╭──

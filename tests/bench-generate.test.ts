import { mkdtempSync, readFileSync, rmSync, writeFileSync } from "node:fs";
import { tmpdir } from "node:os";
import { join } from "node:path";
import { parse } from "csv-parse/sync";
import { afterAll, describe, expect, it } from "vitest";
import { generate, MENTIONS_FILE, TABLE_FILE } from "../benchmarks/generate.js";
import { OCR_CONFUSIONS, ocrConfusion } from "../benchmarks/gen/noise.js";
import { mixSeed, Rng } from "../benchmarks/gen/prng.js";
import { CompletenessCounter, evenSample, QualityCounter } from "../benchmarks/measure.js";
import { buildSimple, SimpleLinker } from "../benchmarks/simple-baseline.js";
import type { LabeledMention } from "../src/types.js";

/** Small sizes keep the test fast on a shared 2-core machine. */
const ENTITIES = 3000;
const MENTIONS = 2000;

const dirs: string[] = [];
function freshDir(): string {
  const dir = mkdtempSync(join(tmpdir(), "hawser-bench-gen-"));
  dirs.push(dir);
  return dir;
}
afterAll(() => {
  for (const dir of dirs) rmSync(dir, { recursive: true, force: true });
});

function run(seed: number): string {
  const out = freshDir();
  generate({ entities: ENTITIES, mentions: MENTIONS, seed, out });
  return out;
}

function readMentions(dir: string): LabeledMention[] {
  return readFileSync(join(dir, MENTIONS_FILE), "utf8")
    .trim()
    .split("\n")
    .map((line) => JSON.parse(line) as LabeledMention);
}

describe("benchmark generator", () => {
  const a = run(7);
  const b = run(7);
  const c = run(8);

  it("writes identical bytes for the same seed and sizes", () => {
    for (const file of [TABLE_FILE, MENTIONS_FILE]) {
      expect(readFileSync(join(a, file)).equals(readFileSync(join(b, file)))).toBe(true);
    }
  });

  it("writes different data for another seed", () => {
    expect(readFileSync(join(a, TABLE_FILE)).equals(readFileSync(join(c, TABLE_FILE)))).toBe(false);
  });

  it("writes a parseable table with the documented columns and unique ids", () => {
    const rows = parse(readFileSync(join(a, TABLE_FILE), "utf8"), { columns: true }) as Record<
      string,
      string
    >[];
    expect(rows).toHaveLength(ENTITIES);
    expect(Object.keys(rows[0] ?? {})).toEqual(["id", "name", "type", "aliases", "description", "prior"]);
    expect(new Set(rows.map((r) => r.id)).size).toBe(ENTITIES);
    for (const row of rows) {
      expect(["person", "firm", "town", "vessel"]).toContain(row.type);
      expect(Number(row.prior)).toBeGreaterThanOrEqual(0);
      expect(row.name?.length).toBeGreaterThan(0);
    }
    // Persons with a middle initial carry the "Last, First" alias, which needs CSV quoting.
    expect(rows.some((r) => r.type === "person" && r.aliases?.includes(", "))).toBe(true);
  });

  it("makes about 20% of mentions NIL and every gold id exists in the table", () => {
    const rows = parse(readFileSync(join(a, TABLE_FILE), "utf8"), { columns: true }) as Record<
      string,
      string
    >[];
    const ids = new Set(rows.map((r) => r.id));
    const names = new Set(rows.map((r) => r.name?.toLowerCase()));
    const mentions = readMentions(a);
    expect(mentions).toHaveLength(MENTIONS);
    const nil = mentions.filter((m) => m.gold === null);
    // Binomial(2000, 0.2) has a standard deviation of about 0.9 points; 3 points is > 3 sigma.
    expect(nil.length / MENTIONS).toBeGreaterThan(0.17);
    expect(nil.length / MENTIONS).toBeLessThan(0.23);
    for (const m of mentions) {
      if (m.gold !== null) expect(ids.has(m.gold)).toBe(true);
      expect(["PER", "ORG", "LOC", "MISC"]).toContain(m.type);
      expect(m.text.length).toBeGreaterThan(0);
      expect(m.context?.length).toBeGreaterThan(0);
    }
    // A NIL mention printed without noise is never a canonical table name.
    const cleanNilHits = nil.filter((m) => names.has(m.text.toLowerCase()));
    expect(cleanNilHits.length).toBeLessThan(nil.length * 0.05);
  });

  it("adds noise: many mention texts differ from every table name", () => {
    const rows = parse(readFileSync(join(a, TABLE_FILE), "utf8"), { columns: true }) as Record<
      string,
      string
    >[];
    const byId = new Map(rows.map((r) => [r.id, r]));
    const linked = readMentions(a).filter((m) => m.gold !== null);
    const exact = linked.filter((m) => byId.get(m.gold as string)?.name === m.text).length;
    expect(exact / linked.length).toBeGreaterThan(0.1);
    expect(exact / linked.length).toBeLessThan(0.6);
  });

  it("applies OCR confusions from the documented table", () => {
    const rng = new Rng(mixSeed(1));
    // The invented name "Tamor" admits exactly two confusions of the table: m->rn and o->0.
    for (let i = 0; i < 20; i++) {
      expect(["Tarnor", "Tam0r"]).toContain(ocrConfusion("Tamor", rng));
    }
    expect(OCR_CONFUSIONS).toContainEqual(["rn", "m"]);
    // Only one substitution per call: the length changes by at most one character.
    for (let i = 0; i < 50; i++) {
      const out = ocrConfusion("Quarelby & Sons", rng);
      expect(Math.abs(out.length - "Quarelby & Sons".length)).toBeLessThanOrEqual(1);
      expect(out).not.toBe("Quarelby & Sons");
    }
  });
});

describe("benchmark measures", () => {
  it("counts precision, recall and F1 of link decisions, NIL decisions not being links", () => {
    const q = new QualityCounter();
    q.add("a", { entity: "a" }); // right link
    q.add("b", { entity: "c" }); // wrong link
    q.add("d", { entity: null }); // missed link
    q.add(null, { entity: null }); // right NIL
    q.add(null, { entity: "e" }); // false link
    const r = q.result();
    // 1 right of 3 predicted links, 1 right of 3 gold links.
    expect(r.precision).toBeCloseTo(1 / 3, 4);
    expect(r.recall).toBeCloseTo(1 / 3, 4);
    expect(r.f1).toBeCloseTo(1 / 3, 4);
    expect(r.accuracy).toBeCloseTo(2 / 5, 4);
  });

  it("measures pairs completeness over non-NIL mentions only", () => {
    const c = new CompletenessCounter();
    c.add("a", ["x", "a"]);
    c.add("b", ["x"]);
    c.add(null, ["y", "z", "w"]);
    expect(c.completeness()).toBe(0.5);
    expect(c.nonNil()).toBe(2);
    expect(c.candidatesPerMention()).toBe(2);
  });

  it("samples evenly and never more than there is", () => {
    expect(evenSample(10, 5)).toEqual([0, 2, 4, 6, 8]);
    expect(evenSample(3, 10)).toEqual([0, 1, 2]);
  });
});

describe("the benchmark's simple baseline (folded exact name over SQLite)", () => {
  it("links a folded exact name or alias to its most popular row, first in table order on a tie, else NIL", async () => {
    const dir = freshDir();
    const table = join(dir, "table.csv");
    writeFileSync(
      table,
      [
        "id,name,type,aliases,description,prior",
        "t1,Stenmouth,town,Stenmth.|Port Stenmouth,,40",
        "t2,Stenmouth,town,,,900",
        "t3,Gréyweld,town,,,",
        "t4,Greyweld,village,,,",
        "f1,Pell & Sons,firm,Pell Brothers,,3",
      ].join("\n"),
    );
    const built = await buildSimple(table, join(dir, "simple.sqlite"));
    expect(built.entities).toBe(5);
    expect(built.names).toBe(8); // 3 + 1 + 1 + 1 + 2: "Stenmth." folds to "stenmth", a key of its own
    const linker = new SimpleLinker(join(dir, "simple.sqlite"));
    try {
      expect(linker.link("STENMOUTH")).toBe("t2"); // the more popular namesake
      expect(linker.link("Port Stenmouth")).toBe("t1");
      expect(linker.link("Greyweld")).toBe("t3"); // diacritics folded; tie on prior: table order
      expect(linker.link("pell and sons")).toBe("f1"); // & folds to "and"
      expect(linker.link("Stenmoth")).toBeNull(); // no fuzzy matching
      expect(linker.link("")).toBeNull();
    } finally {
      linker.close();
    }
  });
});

╰──
╭──

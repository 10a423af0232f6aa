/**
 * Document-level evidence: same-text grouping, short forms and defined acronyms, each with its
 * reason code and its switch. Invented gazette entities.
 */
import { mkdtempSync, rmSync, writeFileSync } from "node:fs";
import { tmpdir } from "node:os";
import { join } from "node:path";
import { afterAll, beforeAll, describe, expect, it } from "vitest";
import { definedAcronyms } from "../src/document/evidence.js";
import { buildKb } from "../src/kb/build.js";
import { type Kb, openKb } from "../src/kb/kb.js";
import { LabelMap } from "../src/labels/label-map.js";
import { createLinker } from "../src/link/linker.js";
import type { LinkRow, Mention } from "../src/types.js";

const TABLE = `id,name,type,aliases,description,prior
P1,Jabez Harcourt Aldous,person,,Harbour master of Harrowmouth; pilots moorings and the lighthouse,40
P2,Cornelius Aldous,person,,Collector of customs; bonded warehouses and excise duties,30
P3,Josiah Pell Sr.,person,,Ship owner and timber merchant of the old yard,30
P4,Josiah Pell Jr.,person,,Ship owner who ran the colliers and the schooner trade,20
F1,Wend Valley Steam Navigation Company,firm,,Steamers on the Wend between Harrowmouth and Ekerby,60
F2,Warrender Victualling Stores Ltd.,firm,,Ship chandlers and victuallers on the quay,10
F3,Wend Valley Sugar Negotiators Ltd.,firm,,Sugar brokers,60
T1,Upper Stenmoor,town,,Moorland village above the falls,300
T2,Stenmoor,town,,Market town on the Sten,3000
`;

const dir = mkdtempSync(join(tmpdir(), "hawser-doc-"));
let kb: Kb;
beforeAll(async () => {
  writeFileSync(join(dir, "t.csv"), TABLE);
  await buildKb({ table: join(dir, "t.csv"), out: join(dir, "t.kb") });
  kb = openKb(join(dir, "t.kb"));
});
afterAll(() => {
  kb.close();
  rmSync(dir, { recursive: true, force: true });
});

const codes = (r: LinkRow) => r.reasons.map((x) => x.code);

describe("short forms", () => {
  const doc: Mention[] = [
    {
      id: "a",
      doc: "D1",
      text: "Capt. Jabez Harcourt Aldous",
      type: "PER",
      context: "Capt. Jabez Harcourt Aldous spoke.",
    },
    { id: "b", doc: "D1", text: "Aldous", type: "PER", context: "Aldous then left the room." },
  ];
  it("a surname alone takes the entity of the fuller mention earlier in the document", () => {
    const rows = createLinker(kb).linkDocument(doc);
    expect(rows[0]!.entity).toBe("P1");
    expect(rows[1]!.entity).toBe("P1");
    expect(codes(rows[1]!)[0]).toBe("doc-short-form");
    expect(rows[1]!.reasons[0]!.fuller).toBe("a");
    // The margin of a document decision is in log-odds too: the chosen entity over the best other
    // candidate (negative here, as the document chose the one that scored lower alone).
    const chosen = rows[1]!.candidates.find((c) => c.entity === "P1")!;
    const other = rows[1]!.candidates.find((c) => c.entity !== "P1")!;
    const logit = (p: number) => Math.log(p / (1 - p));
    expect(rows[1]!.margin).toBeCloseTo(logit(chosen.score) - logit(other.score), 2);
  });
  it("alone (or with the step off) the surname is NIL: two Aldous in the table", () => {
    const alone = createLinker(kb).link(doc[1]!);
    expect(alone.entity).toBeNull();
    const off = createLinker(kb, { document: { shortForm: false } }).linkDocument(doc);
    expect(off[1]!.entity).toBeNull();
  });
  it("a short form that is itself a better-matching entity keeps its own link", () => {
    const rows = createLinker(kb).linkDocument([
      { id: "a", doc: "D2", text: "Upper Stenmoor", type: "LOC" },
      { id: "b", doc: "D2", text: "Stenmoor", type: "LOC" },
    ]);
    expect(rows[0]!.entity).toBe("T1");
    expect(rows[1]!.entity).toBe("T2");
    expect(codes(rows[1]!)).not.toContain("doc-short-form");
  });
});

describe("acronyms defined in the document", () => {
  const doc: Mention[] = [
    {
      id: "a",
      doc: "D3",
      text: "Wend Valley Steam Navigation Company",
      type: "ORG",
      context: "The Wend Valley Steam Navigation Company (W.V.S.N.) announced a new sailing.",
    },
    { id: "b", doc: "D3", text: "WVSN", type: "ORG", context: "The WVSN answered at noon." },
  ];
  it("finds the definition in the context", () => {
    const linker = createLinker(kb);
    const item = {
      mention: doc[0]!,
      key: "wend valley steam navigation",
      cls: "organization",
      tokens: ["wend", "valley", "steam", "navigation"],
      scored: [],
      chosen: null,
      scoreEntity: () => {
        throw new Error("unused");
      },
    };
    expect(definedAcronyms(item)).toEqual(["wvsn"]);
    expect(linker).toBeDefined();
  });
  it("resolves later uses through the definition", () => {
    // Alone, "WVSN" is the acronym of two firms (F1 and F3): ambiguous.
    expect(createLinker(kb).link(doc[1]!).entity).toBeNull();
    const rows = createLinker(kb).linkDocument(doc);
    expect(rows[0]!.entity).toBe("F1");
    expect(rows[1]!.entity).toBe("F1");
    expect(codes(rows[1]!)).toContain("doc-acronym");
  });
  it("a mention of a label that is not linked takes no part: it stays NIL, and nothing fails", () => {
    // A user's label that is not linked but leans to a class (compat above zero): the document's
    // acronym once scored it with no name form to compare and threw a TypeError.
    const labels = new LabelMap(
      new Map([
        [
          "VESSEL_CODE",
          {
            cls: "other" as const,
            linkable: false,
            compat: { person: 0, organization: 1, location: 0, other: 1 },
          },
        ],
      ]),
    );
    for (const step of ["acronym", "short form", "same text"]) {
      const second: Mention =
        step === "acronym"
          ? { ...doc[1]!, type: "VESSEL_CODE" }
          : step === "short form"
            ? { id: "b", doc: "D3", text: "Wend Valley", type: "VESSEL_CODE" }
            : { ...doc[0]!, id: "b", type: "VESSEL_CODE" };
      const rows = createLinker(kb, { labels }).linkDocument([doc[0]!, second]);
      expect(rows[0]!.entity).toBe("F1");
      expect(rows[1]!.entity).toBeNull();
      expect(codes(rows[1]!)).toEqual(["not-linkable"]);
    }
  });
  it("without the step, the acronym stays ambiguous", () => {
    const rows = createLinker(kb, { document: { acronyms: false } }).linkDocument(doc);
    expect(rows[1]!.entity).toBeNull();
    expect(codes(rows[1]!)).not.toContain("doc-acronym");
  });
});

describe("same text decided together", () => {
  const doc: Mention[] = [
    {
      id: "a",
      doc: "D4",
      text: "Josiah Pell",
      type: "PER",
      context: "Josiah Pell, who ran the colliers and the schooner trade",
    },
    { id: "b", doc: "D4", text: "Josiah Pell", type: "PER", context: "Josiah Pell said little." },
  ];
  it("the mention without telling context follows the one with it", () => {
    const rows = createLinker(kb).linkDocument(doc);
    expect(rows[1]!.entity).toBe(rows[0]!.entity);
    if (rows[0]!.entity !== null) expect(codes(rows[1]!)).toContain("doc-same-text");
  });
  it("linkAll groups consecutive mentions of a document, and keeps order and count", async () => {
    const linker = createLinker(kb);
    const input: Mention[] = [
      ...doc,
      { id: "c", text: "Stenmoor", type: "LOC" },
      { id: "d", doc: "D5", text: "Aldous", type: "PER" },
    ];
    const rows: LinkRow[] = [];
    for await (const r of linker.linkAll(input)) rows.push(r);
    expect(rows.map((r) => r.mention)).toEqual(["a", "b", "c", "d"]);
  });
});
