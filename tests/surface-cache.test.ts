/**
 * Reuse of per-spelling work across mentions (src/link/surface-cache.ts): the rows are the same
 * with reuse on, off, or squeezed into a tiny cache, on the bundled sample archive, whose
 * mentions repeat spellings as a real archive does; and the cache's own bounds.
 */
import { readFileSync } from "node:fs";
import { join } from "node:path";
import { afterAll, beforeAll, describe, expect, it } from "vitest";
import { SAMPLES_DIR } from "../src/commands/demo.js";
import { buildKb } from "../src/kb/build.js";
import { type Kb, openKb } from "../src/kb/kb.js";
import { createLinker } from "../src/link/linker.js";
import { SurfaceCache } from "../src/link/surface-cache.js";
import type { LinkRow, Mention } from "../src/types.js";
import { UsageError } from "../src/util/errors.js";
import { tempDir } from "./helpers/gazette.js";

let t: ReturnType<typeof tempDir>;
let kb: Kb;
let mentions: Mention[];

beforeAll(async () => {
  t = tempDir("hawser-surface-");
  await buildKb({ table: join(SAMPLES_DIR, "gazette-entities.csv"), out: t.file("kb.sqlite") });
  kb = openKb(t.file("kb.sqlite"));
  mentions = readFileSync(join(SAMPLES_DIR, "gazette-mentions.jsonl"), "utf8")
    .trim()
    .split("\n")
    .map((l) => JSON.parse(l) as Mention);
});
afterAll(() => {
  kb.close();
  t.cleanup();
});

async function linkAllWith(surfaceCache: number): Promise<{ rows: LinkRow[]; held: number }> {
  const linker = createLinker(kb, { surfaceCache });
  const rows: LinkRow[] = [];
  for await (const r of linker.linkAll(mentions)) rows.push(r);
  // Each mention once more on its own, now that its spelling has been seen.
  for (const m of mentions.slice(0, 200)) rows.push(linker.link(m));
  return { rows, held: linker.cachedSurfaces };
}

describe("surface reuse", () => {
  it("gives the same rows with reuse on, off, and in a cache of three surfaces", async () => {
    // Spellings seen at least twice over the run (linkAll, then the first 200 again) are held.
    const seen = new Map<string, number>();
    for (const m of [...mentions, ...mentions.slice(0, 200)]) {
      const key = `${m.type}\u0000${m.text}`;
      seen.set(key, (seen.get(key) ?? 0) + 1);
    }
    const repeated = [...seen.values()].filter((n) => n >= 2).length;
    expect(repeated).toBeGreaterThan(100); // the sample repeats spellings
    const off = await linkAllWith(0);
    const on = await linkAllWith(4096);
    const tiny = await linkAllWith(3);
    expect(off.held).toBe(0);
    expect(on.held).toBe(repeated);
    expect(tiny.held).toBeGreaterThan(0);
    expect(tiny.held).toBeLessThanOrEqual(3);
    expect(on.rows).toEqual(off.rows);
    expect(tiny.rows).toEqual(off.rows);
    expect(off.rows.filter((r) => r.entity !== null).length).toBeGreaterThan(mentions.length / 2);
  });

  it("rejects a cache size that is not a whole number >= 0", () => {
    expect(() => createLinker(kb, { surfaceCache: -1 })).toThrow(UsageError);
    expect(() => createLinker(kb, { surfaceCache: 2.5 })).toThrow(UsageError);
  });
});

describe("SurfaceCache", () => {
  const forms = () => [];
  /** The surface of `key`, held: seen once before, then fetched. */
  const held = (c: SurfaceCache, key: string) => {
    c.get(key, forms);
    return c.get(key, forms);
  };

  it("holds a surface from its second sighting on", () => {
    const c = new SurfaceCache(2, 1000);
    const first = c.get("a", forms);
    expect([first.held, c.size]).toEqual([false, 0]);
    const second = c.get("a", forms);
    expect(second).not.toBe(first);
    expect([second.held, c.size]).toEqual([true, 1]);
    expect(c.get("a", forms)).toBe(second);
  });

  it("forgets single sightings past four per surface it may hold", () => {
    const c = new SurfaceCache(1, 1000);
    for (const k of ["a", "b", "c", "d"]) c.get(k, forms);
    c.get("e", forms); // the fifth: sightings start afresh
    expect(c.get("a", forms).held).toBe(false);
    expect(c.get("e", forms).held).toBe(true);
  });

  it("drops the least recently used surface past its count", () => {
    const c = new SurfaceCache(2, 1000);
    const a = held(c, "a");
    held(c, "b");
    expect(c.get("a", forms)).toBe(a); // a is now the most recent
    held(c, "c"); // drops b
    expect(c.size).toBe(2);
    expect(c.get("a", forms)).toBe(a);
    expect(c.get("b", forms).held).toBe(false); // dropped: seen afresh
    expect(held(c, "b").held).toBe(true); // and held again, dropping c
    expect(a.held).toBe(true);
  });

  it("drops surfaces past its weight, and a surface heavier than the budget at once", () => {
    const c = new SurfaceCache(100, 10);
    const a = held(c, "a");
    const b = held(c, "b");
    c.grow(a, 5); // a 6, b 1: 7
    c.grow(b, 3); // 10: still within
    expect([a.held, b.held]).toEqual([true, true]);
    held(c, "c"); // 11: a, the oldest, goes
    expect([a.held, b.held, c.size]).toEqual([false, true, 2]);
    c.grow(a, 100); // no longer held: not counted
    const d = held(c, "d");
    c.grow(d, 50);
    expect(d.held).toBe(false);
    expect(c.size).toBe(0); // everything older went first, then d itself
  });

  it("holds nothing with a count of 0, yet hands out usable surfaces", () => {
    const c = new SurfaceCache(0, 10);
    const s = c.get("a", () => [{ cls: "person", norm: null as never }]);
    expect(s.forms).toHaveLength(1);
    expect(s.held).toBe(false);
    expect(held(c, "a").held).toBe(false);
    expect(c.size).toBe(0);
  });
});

╰──
╭──

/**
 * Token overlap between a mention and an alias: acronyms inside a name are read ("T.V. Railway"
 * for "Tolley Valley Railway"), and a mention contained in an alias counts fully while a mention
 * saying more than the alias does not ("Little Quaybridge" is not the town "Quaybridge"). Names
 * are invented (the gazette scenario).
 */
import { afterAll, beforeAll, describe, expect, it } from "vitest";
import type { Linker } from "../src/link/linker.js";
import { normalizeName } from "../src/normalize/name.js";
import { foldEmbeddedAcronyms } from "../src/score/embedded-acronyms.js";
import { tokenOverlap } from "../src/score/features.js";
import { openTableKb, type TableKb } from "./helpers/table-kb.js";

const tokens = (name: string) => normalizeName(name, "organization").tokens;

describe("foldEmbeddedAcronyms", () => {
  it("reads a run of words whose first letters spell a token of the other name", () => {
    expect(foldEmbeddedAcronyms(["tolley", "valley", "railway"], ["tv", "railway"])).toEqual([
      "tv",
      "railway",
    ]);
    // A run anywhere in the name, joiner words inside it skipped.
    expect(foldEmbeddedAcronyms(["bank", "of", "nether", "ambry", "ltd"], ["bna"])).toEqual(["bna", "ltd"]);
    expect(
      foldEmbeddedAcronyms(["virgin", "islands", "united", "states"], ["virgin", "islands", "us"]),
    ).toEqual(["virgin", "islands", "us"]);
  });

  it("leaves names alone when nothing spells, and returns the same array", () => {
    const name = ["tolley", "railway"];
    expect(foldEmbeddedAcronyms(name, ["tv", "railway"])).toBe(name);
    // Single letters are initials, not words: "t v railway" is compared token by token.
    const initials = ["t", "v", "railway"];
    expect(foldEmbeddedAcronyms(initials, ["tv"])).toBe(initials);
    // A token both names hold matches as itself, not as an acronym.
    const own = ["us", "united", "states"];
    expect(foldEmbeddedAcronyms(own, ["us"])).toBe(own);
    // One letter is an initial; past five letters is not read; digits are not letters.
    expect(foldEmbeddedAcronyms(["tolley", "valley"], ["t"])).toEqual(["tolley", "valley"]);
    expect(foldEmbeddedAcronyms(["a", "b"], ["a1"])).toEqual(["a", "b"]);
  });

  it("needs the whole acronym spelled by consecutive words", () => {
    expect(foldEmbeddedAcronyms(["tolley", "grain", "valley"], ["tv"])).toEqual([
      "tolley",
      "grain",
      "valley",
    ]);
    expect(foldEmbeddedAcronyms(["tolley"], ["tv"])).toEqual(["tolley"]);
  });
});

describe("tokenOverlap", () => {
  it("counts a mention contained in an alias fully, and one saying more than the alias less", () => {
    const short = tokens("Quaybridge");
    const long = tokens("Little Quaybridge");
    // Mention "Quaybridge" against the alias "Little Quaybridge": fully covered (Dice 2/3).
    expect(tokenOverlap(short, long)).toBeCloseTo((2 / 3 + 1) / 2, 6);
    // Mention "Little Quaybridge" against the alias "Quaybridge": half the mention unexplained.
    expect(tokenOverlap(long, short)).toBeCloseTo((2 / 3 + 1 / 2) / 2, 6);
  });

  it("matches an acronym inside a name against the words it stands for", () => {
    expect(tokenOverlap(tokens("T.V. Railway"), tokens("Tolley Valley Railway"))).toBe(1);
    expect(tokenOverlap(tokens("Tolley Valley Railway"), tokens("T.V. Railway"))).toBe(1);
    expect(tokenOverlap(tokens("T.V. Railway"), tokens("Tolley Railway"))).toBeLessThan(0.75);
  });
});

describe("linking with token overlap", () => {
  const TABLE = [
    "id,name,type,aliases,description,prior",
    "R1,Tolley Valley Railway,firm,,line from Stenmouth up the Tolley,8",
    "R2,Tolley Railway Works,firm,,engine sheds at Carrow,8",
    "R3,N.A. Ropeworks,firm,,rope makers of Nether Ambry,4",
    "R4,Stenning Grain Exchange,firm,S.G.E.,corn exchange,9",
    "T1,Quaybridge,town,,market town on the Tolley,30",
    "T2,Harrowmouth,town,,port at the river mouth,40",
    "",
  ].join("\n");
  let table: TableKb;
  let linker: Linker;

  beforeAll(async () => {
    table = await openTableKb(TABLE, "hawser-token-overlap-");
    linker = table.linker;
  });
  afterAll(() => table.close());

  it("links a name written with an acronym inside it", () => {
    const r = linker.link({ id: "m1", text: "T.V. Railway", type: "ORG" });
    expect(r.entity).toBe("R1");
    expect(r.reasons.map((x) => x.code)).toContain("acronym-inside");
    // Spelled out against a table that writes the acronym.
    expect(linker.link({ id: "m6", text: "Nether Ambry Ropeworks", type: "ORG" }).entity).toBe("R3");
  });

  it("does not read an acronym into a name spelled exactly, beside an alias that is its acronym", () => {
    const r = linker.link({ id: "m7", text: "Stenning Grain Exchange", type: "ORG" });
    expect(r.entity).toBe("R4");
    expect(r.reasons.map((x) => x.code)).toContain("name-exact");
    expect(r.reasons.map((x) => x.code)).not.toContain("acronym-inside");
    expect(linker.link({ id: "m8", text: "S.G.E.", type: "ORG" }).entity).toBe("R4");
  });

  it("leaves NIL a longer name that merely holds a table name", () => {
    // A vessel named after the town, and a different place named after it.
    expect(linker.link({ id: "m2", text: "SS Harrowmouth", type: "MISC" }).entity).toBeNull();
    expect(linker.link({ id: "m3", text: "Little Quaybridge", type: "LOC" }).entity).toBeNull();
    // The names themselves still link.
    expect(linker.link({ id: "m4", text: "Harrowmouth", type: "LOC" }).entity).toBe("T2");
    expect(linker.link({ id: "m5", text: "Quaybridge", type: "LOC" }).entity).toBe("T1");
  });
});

╰──

### WHAT YOU HAVE TO DO
Count how many lines above contain the word "tests". Reply with the number alone.

### RESPONSE TO THIS TASK
2